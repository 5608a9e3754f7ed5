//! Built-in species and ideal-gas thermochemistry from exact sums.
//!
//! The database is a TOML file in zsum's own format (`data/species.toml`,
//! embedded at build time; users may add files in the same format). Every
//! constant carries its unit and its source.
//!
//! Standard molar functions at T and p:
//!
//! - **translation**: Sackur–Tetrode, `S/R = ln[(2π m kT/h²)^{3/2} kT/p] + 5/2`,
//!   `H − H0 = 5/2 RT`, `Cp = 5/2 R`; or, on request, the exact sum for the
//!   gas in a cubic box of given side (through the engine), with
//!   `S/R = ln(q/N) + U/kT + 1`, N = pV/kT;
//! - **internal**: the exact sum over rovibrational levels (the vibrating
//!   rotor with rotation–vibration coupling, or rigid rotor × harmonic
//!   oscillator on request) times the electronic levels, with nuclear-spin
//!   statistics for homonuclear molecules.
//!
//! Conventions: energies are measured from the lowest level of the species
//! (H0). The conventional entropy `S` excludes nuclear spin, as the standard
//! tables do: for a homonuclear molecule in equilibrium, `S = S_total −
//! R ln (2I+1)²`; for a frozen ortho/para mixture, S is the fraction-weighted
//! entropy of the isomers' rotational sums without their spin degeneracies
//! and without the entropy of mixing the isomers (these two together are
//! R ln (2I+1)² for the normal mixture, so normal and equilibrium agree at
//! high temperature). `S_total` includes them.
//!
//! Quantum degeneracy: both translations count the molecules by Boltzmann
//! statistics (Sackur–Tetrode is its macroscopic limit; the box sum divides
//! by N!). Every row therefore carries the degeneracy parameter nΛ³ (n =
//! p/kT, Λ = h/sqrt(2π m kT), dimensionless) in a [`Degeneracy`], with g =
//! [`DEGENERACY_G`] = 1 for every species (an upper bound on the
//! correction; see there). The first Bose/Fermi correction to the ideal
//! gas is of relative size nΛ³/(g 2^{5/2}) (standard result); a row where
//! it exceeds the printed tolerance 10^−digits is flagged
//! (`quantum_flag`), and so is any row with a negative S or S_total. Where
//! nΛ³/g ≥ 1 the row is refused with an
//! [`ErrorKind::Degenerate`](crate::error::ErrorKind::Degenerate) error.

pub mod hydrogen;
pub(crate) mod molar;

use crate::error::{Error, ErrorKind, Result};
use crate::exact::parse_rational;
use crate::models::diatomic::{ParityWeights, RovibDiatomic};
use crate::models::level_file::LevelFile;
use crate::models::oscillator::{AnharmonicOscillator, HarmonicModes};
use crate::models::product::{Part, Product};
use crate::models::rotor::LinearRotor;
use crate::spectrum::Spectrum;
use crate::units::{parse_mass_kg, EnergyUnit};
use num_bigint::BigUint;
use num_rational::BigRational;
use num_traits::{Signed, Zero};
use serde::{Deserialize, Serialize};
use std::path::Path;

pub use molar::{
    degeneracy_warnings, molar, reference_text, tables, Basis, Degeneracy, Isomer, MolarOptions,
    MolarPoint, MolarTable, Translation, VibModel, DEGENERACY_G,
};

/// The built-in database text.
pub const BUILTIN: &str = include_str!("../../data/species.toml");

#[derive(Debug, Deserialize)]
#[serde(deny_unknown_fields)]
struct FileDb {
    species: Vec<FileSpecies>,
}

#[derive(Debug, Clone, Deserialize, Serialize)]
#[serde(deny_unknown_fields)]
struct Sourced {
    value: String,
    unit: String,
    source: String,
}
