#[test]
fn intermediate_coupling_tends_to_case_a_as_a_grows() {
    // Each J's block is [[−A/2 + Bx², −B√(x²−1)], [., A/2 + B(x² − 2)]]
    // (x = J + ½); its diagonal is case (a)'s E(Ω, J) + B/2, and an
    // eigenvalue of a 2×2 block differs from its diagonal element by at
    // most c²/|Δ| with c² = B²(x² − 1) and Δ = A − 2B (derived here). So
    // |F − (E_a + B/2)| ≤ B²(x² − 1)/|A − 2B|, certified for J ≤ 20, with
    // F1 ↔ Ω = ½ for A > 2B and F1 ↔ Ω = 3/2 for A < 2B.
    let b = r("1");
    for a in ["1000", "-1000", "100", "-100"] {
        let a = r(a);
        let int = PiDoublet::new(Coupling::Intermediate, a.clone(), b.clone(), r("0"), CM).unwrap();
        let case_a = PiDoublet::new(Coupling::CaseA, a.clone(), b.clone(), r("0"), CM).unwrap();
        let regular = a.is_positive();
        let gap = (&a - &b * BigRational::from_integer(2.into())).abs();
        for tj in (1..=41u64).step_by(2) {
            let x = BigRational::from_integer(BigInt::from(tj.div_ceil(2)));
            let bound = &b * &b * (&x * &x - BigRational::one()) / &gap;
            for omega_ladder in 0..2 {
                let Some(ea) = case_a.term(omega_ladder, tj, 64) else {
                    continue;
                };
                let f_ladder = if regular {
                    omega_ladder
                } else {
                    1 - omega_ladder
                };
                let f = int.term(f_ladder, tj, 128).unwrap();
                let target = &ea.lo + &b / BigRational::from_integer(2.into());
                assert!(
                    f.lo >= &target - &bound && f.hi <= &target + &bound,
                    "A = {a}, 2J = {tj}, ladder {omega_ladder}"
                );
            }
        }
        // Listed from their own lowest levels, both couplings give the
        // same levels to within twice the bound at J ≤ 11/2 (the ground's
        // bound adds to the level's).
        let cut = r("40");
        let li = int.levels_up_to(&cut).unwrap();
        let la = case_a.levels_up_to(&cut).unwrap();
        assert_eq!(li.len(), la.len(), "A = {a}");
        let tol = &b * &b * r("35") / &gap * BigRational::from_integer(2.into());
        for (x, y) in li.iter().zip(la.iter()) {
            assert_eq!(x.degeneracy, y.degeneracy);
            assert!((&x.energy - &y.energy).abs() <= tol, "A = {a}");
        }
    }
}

################

- [What you need to do]: In the material above, locate the line containing "tables do: for" and the line containing "by N!). Every". Transcribe exactly those two lines and every line between them, and nothing more.

- [Written solution]:
//! tables do: for a homonuclear molecule in equilibrium, `S = S_total −
//! R ln (2I+1)²`; for a frozen ortho/para mixture, S is the fraction-weighted
//! entropy of the isomers' rotational sums without their spin degeneracies
//! and without the entropy of mixing the isomers (these two together are
//! R ln (2I+1)² for the normal mixture, so normal and equilibrium agree at
//! high temperature). `S_total` includes them.
//!
//! Quantum degeneracy: both translations count the molecules by Boltzmann
//! statistics (Sackur–Tetrode is its macroscopic limit; the box sum divides
//! by N!). Every row therefore carries the degeneracy parameter nΛ³ (n =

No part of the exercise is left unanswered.